● Activity
Copy exactly the stretch of data below from the line with "strain files), search" through the line with "masses of the", including both of those lines.

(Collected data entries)

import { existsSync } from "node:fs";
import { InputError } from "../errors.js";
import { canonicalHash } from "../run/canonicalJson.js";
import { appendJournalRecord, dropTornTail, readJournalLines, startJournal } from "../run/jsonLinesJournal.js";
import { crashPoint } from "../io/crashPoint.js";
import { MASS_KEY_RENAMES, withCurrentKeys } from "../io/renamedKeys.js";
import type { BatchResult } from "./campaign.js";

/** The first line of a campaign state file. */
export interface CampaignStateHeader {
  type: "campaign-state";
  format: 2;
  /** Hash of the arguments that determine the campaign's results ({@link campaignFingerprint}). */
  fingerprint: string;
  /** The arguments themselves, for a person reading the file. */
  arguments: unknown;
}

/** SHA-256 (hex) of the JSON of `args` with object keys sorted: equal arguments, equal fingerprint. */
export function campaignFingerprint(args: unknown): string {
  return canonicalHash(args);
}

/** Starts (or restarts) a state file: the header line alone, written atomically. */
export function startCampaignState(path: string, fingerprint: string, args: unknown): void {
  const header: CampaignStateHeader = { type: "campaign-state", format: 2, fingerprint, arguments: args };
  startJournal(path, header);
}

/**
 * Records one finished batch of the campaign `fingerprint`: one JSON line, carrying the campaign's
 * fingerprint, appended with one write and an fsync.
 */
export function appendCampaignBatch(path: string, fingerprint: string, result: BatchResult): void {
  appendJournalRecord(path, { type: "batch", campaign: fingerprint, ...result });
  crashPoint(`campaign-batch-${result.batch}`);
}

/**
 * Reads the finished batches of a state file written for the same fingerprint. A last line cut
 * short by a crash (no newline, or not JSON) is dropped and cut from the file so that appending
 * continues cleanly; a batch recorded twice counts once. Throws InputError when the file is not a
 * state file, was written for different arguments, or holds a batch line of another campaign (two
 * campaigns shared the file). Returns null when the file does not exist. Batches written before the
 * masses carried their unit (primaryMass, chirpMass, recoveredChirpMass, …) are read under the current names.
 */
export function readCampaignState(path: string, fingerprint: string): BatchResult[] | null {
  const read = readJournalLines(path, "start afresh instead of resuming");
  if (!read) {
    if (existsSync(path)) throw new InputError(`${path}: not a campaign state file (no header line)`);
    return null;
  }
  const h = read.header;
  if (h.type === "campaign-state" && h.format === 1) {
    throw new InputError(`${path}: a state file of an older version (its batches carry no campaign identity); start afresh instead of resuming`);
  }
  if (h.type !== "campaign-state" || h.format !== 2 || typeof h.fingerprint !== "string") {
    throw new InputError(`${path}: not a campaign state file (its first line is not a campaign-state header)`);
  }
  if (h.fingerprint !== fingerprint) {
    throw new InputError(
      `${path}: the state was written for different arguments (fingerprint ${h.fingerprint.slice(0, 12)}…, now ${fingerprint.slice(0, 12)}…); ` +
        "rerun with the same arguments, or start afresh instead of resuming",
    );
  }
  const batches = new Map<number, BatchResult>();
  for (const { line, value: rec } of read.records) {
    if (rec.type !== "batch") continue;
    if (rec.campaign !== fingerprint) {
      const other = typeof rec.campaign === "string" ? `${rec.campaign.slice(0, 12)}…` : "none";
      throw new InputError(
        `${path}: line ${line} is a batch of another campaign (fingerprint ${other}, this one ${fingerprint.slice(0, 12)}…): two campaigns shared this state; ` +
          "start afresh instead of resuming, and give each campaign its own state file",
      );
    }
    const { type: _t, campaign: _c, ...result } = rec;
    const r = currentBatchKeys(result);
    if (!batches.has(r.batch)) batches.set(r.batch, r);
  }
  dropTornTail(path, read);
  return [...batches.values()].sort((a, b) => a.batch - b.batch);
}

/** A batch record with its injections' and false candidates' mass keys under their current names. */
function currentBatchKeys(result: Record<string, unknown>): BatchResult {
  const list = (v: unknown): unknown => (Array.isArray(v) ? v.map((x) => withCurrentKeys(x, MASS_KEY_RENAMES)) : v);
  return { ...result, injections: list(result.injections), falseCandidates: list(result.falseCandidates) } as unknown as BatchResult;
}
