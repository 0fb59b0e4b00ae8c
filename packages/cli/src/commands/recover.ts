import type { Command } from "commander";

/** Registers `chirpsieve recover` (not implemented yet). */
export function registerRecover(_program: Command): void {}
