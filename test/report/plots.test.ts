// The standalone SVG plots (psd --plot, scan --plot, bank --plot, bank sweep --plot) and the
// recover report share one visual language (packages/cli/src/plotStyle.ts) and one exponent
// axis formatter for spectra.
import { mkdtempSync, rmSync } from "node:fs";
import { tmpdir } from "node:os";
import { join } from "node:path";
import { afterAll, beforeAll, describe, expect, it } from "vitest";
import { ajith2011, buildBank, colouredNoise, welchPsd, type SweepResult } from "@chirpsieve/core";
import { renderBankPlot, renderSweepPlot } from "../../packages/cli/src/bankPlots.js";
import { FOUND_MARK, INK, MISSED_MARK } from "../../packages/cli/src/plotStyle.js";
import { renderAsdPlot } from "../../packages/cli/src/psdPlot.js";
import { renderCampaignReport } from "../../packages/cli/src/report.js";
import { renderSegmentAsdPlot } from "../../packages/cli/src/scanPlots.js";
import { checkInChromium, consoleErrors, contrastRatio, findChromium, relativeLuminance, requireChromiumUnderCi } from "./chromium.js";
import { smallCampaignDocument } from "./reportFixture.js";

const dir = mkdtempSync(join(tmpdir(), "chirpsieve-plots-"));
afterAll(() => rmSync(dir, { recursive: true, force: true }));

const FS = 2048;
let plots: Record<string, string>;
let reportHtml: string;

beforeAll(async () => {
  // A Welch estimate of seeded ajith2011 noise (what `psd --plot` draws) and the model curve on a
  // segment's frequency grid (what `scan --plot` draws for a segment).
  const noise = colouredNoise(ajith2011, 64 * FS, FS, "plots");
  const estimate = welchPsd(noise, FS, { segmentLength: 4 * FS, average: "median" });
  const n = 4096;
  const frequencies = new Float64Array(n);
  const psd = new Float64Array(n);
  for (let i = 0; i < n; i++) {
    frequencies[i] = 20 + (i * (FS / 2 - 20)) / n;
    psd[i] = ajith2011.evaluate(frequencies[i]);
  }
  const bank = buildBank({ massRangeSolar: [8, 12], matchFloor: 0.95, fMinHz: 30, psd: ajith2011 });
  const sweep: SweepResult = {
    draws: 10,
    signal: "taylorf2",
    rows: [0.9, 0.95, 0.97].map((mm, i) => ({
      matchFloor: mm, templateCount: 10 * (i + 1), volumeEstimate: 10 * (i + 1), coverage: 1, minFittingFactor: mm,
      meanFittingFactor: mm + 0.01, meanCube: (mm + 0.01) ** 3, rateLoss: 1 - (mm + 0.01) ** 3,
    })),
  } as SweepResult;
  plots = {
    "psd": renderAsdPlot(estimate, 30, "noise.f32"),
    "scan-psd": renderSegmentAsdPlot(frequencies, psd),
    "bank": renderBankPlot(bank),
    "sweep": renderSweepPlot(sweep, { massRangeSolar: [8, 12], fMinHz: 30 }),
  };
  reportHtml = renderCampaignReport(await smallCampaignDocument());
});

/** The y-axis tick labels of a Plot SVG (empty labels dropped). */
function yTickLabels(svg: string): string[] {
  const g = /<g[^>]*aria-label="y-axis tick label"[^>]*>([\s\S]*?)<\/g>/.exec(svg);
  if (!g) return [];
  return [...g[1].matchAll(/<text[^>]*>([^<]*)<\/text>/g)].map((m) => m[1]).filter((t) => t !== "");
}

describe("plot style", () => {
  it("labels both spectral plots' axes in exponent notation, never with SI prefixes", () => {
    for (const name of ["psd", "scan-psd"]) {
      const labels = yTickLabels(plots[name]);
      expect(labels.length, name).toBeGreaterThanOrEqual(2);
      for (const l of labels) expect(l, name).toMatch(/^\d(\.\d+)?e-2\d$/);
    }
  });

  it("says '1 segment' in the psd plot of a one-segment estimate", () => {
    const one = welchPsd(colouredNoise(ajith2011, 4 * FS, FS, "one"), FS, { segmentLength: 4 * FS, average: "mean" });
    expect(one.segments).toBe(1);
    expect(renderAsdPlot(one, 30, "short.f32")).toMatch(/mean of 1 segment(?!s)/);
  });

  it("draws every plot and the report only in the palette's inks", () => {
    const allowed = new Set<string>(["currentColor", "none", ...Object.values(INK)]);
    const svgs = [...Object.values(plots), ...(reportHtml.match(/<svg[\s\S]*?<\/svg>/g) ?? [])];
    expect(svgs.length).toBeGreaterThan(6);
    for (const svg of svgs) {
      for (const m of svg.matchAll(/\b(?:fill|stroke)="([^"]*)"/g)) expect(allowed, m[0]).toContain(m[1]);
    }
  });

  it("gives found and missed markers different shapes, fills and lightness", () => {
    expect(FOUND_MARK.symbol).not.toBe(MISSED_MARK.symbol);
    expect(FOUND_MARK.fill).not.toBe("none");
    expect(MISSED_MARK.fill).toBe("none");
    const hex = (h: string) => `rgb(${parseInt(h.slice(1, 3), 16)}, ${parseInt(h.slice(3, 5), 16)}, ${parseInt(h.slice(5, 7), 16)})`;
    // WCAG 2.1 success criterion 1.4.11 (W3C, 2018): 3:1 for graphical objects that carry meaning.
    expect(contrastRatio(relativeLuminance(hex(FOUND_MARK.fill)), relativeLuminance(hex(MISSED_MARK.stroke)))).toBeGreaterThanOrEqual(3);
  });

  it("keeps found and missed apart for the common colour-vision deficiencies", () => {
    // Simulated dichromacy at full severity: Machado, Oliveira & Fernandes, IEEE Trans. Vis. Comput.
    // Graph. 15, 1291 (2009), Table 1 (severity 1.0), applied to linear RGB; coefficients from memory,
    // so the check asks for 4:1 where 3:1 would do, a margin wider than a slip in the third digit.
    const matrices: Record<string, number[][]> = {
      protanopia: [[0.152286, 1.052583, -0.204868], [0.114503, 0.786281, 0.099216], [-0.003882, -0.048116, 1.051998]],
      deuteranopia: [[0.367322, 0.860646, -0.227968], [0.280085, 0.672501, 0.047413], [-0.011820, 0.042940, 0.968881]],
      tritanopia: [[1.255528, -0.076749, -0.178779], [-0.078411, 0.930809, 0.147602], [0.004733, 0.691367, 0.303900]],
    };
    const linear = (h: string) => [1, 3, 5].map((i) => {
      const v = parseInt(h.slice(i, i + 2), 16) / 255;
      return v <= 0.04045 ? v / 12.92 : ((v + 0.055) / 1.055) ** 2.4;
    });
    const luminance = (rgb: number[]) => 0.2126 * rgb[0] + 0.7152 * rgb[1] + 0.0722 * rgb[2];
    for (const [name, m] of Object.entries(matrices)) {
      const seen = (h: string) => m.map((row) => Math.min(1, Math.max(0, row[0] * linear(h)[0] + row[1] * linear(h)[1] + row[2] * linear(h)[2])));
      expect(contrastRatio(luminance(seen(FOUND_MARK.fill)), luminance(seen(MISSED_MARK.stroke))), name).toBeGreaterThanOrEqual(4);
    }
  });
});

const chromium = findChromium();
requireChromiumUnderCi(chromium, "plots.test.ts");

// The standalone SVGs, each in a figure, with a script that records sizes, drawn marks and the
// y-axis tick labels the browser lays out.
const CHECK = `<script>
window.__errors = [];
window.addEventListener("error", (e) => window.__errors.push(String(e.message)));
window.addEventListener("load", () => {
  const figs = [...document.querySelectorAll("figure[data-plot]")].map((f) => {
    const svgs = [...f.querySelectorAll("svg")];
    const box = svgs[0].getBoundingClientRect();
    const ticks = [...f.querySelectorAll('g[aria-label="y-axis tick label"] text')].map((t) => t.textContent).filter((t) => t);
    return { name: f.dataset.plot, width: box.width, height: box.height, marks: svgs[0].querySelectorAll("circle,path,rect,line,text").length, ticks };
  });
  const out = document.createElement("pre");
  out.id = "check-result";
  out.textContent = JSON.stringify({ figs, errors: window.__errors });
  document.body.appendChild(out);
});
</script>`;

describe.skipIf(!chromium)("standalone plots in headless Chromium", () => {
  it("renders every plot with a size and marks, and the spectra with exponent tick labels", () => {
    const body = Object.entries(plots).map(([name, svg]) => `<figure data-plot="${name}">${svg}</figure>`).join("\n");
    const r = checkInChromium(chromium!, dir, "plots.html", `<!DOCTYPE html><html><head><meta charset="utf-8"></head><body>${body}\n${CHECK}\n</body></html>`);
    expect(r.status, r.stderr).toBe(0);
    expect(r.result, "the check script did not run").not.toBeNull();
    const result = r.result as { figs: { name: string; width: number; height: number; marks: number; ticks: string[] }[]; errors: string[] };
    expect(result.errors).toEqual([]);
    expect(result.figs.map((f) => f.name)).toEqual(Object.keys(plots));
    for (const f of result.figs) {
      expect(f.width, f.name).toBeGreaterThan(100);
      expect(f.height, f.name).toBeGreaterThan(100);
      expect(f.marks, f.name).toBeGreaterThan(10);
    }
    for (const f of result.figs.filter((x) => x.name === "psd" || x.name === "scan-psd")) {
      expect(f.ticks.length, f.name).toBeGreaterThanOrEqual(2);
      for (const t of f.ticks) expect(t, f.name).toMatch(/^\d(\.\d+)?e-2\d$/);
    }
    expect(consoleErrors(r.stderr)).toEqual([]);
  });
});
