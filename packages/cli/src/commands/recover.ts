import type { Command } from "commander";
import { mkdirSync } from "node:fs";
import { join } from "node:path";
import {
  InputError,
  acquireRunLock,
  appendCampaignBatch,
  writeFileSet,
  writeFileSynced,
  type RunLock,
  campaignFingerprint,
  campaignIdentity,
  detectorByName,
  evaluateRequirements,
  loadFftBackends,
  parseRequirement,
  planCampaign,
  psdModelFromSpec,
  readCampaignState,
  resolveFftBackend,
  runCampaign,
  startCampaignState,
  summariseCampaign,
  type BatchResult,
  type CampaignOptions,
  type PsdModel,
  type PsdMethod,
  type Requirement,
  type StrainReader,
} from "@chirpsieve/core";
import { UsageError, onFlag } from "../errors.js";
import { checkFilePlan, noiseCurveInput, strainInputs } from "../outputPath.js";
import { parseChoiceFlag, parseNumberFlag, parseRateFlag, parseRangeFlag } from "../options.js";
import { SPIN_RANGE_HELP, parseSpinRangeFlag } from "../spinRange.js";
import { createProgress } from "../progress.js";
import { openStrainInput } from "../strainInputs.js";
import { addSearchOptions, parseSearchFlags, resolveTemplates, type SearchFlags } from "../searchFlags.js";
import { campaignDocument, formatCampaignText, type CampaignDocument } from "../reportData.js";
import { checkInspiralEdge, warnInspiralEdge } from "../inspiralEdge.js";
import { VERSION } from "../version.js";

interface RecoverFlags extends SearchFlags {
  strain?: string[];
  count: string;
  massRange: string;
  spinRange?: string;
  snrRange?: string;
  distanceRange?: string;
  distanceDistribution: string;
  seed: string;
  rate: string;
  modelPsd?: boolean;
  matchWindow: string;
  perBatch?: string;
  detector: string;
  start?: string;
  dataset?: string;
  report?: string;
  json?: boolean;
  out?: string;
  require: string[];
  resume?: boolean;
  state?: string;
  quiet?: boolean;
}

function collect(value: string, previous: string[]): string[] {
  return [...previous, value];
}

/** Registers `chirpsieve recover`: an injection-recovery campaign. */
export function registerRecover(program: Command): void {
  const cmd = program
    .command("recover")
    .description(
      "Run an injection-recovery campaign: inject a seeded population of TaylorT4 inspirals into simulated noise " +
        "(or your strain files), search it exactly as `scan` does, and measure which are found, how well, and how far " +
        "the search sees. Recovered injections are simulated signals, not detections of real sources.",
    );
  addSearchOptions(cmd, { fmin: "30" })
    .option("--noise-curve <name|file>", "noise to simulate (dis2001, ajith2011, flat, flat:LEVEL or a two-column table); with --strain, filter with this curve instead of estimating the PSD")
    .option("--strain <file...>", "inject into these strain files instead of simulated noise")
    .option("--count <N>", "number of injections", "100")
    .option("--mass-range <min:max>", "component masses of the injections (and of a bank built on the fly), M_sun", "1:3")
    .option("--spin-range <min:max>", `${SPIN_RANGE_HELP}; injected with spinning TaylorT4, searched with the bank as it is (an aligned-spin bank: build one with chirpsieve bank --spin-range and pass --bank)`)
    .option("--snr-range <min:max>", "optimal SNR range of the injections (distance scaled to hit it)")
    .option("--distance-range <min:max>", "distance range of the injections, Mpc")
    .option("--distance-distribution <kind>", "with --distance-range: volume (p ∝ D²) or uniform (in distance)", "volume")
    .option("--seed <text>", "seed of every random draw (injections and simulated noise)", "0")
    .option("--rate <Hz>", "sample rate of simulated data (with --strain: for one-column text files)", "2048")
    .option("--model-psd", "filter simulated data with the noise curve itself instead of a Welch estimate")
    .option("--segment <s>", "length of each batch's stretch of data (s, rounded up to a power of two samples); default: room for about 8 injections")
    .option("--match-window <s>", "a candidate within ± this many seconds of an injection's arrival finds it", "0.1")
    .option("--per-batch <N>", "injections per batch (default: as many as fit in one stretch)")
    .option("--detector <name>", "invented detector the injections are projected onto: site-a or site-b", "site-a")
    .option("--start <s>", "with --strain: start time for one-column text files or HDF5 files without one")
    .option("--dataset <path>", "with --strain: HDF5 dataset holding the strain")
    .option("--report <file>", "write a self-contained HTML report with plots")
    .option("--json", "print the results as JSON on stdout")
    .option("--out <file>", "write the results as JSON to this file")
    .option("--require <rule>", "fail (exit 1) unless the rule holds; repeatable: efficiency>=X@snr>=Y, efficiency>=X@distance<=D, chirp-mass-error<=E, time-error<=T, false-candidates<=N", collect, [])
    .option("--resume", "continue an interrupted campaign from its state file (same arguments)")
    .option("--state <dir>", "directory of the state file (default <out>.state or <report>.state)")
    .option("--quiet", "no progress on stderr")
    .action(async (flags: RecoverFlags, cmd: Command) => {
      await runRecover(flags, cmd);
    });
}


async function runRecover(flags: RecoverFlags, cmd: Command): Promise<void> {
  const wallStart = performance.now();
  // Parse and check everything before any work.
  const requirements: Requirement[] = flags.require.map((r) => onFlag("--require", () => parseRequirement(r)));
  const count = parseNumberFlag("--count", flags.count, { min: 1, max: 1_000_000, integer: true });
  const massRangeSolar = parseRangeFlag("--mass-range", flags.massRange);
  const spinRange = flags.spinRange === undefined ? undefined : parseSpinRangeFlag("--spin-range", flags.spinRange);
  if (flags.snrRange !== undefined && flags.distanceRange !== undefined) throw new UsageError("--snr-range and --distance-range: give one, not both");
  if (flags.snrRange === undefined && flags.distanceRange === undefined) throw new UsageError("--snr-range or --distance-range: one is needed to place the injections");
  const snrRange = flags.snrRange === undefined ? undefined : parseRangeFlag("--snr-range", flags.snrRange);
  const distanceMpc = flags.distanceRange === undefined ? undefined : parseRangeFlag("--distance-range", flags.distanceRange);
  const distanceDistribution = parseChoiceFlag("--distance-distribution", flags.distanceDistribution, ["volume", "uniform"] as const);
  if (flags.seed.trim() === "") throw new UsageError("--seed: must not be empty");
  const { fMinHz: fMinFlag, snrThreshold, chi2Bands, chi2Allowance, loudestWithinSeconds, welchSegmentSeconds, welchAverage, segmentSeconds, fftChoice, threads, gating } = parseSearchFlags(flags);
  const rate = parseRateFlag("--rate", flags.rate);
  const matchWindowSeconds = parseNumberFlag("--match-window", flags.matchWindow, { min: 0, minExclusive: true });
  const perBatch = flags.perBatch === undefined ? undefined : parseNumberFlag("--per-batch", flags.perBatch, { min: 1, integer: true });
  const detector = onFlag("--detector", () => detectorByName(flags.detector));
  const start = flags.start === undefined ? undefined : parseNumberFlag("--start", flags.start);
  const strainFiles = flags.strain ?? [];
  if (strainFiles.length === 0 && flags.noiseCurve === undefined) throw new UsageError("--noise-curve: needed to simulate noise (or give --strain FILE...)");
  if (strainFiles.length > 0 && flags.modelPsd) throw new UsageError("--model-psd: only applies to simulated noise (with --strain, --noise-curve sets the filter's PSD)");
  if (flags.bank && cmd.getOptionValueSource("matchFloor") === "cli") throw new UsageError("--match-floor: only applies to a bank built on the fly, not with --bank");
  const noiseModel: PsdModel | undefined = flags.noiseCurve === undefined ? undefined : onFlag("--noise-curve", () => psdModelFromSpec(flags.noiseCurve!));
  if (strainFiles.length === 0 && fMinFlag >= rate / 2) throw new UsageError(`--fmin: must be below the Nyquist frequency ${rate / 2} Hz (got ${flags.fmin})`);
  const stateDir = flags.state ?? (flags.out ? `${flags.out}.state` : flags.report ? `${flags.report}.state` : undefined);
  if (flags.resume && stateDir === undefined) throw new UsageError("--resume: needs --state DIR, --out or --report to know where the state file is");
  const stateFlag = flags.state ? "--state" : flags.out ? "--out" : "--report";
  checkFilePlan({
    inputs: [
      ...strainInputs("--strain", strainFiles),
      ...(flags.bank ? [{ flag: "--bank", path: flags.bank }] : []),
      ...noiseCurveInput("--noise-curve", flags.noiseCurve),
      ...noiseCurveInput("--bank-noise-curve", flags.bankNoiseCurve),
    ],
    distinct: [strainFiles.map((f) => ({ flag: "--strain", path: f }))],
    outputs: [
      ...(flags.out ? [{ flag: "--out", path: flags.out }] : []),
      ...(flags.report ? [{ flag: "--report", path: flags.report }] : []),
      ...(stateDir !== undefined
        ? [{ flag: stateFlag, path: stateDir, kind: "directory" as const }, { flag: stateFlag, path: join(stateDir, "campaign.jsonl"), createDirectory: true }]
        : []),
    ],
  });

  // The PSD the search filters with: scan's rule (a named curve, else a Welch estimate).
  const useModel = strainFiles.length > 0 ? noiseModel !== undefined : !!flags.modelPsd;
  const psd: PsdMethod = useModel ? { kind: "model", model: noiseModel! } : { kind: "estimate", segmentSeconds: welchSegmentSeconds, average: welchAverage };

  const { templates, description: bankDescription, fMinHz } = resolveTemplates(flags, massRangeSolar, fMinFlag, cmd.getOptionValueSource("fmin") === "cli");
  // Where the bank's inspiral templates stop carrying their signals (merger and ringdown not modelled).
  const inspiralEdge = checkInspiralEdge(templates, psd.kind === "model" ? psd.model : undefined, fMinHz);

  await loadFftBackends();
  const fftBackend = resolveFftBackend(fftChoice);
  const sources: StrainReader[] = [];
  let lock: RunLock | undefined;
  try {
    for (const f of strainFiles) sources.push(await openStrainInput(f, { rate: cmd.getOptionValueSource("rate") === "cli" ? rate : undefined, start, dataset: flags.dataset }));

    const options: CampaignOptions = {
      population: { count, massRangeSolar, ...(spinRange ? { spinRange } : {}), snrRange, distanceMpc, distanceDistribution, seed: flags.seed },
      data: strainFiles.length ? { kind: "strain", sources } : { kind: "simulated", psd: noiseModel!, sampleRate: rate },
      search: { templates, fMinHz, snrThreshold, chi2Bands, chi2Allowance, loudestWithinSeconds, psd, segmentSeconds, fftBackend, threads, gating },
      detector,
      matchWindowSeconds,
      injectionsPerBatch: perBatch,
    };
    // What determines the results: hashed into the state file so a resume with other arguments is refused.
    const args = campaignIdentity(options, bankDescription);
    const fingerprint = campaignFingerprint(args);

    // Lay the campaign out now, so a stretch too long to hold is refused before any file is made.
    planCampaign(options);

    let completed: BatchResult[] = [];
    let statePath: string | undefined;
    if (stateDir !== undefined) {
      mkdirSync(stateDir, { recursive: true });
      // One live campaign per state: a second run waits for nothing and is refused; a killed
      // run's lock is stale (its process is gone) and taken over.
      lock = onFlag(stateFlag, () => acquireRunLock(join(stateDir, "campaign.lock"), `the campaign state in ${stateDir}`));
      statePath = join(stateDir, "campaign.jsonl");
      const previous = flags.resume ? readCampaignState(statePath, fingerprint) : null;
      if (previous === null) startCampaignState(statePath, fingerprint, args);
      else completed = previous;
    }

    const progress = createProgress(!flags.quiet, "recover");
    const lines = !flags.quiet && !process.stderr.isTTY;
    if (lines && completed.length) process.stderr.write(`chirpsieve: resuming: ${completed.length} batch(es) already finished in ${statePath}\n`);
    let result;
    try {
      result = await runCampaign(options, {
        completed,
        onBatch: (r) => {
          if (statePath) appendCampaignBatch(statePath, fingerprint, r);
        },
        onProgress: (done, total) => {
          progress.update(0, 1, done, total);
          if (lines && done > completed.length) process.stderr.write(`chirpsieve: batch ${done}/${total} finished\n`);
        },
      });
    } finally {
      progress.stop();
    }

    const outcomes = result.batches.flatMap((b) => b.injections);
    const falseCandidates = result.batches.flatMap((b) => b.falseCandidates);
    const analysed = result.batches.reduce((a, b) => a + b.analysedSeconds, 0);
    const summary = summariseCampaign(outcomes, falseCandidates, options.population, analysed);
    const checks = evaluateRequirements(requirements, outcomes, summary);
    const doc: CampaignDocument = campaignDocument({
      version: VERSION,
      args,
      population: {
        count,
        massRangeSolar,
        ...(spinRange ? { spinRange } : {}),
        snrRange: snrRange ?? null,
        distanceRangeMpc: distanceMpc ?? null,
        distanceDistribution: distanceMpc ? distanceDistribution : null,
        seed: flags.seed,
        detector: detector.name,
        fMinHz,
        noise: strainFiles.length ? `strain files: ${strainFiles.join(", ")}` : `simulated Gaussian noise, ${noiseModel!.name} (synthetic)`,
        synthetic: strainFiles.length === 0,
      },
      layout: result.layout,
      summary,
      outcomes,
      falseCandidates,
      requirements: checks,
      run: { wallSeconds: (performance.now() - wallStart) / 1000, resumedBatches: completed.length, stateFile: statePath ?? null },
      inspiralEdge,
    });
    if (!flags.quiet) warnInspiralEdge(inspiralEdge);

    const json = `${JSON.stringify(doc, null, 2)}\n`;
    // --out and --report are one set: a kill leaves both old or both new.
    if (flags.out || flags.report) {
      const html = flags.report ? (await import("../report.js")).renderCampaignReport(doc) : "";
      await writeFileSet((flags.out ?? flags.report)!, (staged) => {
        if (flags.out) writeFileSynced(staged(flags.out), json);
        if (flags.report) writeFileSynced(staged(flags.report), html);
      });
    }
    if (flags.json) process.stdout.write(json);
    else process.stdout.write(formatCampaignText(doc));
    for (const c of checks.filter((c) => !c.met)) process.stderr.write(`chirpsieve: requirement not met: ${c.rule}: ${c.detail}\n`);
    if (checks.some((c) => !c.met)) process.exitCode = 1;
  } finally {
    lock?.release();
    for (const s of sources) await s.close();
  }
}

● Your solution
        "(or your strain files), search it exactly as `scan` does, and measure which are found, how well, and how far " +
        "the search sees. Recovered injections are simulated signals, not detections of real sources.",
    );
  addSearchOptions(cmd, { fmin: "30" })
    .option("--noise-curve <name|file>", "noise to simulate (dis2001, ajith2011, flat, flat:LEVEL or a two-column table); with --strain, filter with this curve instead of estimating the PSD")
    .option("--strain <file...>", "inject into these strain files instead of simulated noise")
    .option("--count <N>", "number of injections", "100")
    .option("--mass-range <min:max>", "component masses of the injections (and of a bank built on the fly), M_sun", "1:3")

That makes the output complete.